◆ Task directions: Somewhere below is a line with "can reach the" and, later, a line with "take. A zero"; repeat those two lines and all the lines between them, exactly as they are.
◆ ◆ ◆ ◆ ◆
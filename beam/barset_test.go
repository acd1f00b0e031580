package beam

import (
	"testing"

	"github.com/stretchr/testify/require"

	"soffit.example/bars"
	"soffit.example/units"
)

// Upper bars lie directly above lower ones (ACI 318-19 25.2.2), and a beam is
// built symmetric about its middle: an odd upper layer needs a middle bar to
// lie above.
func TestSplitLayers(t *testing.T) {
	tests := []struct {
		name            string
		n, most, layers int
		want            []int // nil: no split
	}{
		{"one layer", 4, 5, 2, []int{4}},
		{"exactly full", 5, 5, 2, []int{5}},
		{"even over even", 8, 6, 2, []int{6, 2}},
		{"odd rest moves one up", 7, 6, 2, []int{5, 2}},
		{"odd over odd", 6, 5, 2, []int{5, 1}},
		{"even over odd", 7, 5, 2, []int{5, 2}},
		{"both full", 10, 5, 2, []int{5, 5}},
		{"odd total over even layers", 11, 6, 2, nil},
		{"too many", 11, 5, 2, nil},
		{"one layer only", 6, 5, 1, nil},
		{"three layers", 12, 5, 3, []int{5, 5, 2}},
		{"three layers, odd", 13, 6, 3, []int{5, 5, 3}},
	}
	for _, tt := range tests {
		t.Run(tt.name, func(t *testing.T) {
			got, ok := splitLayers(tt.n, tt.most, tt.layers)
			require.Equal(t, tt.want != nil, ok)
			if ok {
				var want [MaxLayers]int
				copy(want[:], tt.want)
				require.Equal(t, want, got)
			}
		})
	}
}

func TestSplitsAddUp(t *testing.T) {
	for most := 2; most <= 9; most++ {
		for layers := 1; layers <= MaxLayers; layers++ {
			for n := 2; n <= most*layers+1; n++ {
				split, ok := splitLayers(n, most, layers)
				if !ok {
					continue
				}
				sum := 0
				for i, k := range split {
					sum += k
					require.LessOrEqual(t, k, most)
					if i > 0 && k > 0 {
						require.LessOrEqual(t, k, split[i-1], "a layer on a narrower one")
						require.False(t, k%2 == 1 && split[i-1]%2 == 0, "%v has an odd layer on an even one", split)
					}
				}
				require.Equal(t, n, sum, "%v of %d", split, n)
			}
		}
	}
}

func TestMixedSetsHoldTheLargerBarsOutside(t *testing.T) {
	catalog, err := bars.Lookup("astm-inch")
	require.NoError(t, err)
	large, err := catalog.Size("#8")
	require.NoError(t, err)
	small, err := catalog.Size("#7")
	require.NoError(t, err)
	sets := mixedSets(nil, &large, &small, units.Area{}, 5, 6, 2)
	require.NotEmpty(t, sets)
	for _, s := range sets {
		require.Equal(t, 2, s.sizes)
		require.Equal(t, "#8", s.layers[0][0].size.Name)
		require.Equal(t, "#8", s.largest().Name)
		total := units.Area{}
		for _, l := range s.layers {
			for _, g := range l {
				if g.count > 0 {
					total = total.Add(bars.TotalArea(bars.Group{Size: *g.size, Count: g.count}))
				}
			}
		}
		require.InEpsilon(t, total.In(units.SquareInch), s.area.In(units.SquareInch), 1e-12)
	}
}
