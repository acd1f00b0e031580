package service

import (
	"context"
	"errors"
	"fmt"
	"io"
	"log/slog"
	"net/http"
	"net/url"
	"runtime"
	"slices"
	"strings"
	"sync/atomic"
	"time"

	"github.com/labstack/echo/v4"
	"golang.org/x/sync/semaphore"

	"soffit.example/beam"
	"soffit.example/service/internal/strict"
	"soffit.example/service/internal/wire"
)

// Options say what a service offers and where its limits are.
type Options struct {
	Codes  []beam.Code // design codes offered, the preferred one first
	Limits Limits
	// Hosts are the names that requests may be addressed to, without port.
	// None: localhost, 127.0.0.1 and ::1, so that no web page can reach the
	// service by a name of its own that resolves to this machine.
	Hosts []string
	Log   *slog.Logger // nil: no log
}

// Limits bound what one request, and all of them together, may take. A zero
// field stands for its default.
type Limits struct {
	Body      int64         // bytes of a request; default 256 KiB
	Depth     int           // levels of nesting in a request; default 16
	Values    int           // names and values in a request; default 20,000
	Faults    int           // faults listed in one reply; default 100
	Time      time.Duration // for the computation of one request; default 10 s
	Work      int           // requests computed at once; default one for each processor
	Wait      time.Duration // for a place among those; default 50 ms
	PerClient int           // requests of one client address in hand at once; default: not limited
}

func (l Limits) withDefaults() Limits {
	setIfZero(&l.Body, 256<<10)
	setIfZero(&l.Depth, 16)
	setIfZero(&l.Values, 20_000)
	setIfZero(&l.Faults, 100)
	setIfZero(&l.Time, 10*time.Second)
	setIfZero(&l.Work, runtime.GOMAXPROCS(0))
	setIfZero(&l.Wait, 50*time.Millisecond)
	return l
}

func setIfZero[T comparable](v *T, def T) {
	var zero T
	if *v == zero {
		*v = def
	}
}

func (l Limits) check() error {
	if l.Body < 0 || l.Depth < 0 || l.Values < 0 || l.Faults < 0 || l.Time < 0 || l.Work < 0 || l.Wait < 0 || l.PerClient < 0 {
		return errors.New("service: a limit is negative")
	}
	return nil
}

// Service answers requests. It is an http.Handler, safe for concurrent use.
type Service struct {
	codes    []beam.Code
	limits   Limits
	log      *slog.Logger
	handler  http.Handler // router and everything round it
	work     *semaphore.Weighted
	clients  clients
	stopping atomic.Bool

	briefs    *strict.Reader[wire.Brief]
	checks    *strict.Reader[wire.CheckRequest]
	sections  *strict.Reader[wire.StrengthsRequest]
	fittings  *strict.Reader[wire.FitsRequest]
	documents map[string]*document // what does not depend on a request, by path
}

// New makes a service. It fails without a design code, and where two have
// one id.
func New(o Options) (*Service, error) {
	if len(o.Codes) == 0 {
		return nil, errors.New("service: no design code is offered")
	}
	if err := o.Limits.check(); err != nil {
		return nil, err
	}
	s := &Service{
		codes:  slices.Clone(o.Codes),
		limits: o.Limits.withDefaults(),
		log:    o.Log,
	}
	if s.log == nil {
		s.log = slog.New(slog.NewTextHandler(io.Discard, nil))
	}
	for i, c := range s.codes {
		for _, d := range s.codes[:i] {
			if c.Edition().ID == d.Edition().ID {
				return nil, fmt.Errorf("service: design code %q is offered twice", c.Edition().ID)
			}
		}
	}
	s.work = semaphore.NewWeighted(int64(s.limits.Work))
	s.clients.most = s.limits.PerClient
	bounds := strict.Limits{Depth: s.limits.Depth, Values: s.limits.Values}
	s.briefs = strict.NewReader[wire.Brief](bounds)
	s.checks = strict.NewReader[wire.CheckRequest](bounds)
	s.sections = strict.NewReader[wire.StrengthsRequest](bounds)
	s.fittings = strict.NewReader[wire.FitsRequest](bounds)

	var err error
	if s.documents, err = s.publish(); err != nil {
		return nil, err
	}
	s.handler = s.guard(s.routes(), o.Hosts)
	return s, nil
}

// ServeHTTP answers one request.
func (s *Service) ServeHTTP(w http.ResponseWriter, r *http.Request) { s.handler.ServeHTTP(w, r) }

// Stopping makes /readyz say that no more requests should be sent. Requests
// that come all the same are answered.
func (s *Service) Stopping() { s.stopping.Store(true) }

// handler is an http.Handler that may fail; the error becomes a problem
// reply.
type handler func(w http.ResponseWriter, r *http.Request) error

// routes is the only place that knows the router.
func (s *Service) routes() http.Handler {
	e := echo.New()
	e.HTTPErrorHandler = func(err error, c echo.Context) {
		if !c.Response().Committed {
			s.fail(c.Response(), c.Request(), err)
		}
	}
	add := func(path string, h handler, methods ...string) {
		e.Match(methods, path, func(c echo.Context) error {
			r := c.Request()
			for _, name := range c.ParamNames() {
				value, err := url.PathUnescape(c.Param(name))
				if err != nil {
					return echo.ErrNotFound
				}
				r.SetPathValue(name, value)
			}
			return h(c.Response(), r)
		})
	}
	get := func(path string, h handler) { add(path, h, http.MethodGet, http.MethodHead) }
	post := func(path string, h handler) { add(path, s.counted(h), http.MethodPost) }

	post("/v1/designs", s.designs)
	post("/v1/checks", s.checkLayout)
	post("/v1/strengths", s.strengths)
	post("/v1/fits", s.fits)
	get(catalogRoot+":catalog", s.catalog)
	for path, d := range s.documents {
		if !strings.HasPrefix(path, catalogRoot) {
			get(path, d.serve)
		}
	}
	get("/problems/:kind", s.problemKind)
	get("/healthz", s.health)
	get("/readyz", s.ready)
	return e
}

func (s *Service) health(w http.ResponseWriter, r *http.Request) error {
	return reply(w, http.StatusOK, wire.Health{Status: "ok"})
}

func (s *Service) ready(w http.ResponseWriter, r *http.Request) error {
	if s.stopping.Load() {
		return reply(w, http.StatusServiceUnavailable, wire.Health{Status: "stopping"})
	}
	return reply(w, http.StatusOK, wire.Health{Status: "ready"})
}

// counted keeps each client within its share.
func (s *Service) counted(h handler) handler {
	return func(w http.ResponseWriter, r *http.Request) error {
		leave, ok := s.clients.enter(r.RemoteAddr)
		if !ok {
			return &problem{kind: tooMany, detail: fmt.Sprintf("this client has %d requests in hand, which is its limit", s.limits.PerClient)}
		}
		defer leave()
		return h(w, r)
	}
}

// compute runs do within the time limit, once there is a place among the
// requests computed at once. Bodies are read before, so that a slow sender
// holds no place.
func (s *Service) compute(ctx context.Context, do func(context.Context) error) error {
	ctx, cancel := context.WithTimeout(ctx, s.limits.Time)
	defer cancel()
	if !s.work.TryAcquire(1) {
		wait, cancel := context.WithTimeout(ctx, s.limits.Wait)
		defer cancel()
		if err := s.work.Acquire(wait, 1); err != nil {
			if ctx.Err() != nil {
				return ctx.Err()
			}
			return &problem{kind: busy, detail: fmt.Sprintf("all %d places for computation are taken", s.limits.Work)}
		}
	}
	defer s.work.Release(1)
	return do(ctx)
}

// code finds a design code by its id.
func (s *Service) code(id string, faults *strict.Faults, path string) beam.Code {
	known := make([]string, len(s.codes))
	for i, c := range s.codes {
		if known[i] = c.Edition().ID; known[i] == id {
			return c
		}
	}
	faults.Add(unknownName(path, "code", id, known))
	return nil
}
◆ ◆ ◆ ◆ ◆
◆ Output for this exercise:
	// None: localhost, 127.0.0.1 and ::1, so that no web page can reach the
	// service by a name of its own that resolves to this machine.
	Hosts []string
	Log   *slog.Logger // nil: no log
}

// Limits bound what one request, and all of them together, may take. A zero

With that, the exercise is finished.